(Stored items)

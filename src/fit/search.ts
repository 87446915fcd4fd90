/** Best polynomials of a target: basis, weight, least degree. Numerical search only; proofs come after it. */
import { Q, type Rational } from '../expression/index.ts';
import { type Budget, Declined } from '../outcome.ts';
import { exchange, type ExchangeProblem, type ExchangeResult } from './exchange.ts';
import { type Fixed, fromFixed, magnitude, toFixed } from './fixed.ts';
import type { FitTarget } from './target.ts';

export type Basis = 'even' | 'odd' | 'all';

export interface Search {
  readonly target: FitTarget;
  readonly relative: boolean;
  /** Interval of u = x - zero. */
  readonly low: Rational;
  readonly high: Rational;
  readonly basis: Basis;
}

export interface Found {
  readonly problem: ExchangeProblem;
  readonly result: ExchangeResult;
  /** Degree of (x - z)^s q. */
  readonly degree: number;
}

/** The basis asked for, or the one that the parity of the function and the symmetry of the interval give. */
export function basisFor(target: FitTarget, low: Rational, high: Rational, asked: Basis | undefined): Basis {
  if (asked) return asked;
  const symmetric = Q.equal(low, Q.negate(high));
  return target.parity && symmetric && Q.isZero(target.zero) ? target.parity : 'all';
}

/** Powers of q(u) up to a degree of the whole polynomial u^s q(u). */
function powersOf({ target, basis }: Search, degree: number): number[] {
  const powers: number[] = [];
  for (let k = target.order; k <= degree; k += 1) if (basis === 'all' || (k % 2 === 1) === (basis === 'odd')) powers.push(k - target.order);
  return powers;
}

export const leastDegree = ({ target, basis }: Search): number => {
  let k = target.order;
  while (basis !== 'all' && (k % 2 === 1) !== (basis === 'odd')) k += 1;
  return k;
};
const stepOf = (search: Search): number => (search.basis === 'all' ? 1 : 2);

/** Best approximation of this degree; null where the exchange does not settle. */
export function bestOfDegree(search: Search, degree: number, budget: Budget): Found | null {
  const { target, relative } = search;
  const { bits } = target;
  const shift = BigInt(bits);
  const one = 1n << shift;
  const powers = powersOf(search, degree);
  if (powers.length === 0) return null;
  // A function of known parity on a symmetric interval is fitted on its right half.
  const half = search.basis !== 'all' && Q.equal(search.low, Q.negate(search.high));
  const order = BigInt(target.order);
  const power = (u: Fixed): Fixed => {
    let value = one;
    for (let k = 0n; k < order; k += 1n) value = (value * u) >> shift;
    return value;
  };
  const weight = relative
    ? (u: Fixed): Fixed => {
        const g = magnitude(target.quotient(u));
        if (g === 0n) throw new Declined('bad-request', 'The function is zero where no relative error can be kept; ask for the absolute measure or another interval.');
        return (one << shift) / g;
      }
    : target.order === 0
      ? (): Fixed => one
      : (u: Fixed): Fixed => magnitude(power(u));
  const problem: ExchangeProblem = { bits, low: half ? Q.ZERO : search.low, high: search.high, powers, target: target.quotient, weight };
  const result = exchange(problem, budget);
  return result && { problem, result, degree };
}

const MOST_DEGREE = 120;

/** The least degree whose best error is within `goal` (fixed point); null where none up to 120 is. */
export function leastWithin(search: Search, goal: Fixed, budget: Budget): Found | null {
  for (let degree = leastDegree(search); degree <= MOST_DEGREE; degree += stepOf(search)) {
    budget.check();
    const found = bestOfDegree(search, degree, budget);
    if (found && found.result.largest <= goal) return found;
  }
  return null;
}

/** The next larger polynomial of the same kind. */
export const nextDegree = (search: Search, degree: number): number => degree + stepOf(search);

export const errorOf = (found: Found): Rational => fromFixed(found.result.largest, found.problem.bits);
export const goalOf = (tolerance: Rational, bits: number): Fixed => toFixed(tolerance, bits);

WHAT IS BEING ASKED: Starting at the line above that contains "const stepOf = (search: Search): number", repeat each line exactly up to and including the line that contains "const MOST_DEGREE = 120;", and stop there.

TASK OUTPUT:
const stepOf = (search: Search): number => (search.basis === 'all' ? 1 : 2);

/** Best approximation of this degree; null where the exchange does not settle. */
export function bestOfDegree(search: Search, degree: number, budget: Budget): Found | null {
  const { target, relative } = search;
  const { bits } = target;
  const shift = BigInt(bits);
  const one = 1n << shift;
  const powers = powersOf(search, degree);
  if (powers.length === 0) return null;
  // A function of known parity on a symmetric interval is fitted on its right half.
  const half = search.basis !== 'all' && Q.equal(search.low, Q.negate(search.high));
  const order = BigInt(target.order);
  const power = (u: Fixed): Fixed => {
    let value = one;
    for (let k = 0n; k < order; k += 1n) value = (value * u) >> shift;
    return value;
  };
  const weight = relative
    ? (u: Fixed): Fixed => {
        const g = magnitude(target.quotient(u));
        if (g === 0n) throw new Declined('bad-request', 'The function is zero where no relative error can be kept; ask for the absolute measure or another interval.');
        return (one << shift) / g;
      }
    : target.order === 0
      ? (): Fixed => one
      : (u: Fixed): Fixed => magnitude(power(u));
  const problem: ExchangeProblem = { bits, low: half ? Q.ZERO : search.low, high: search.high, powers, target: target.quotient, weight };
  const result = exchange(problem, budget);
  return result && { problem, result, degree };
}

const MOST_DEGREE = 120;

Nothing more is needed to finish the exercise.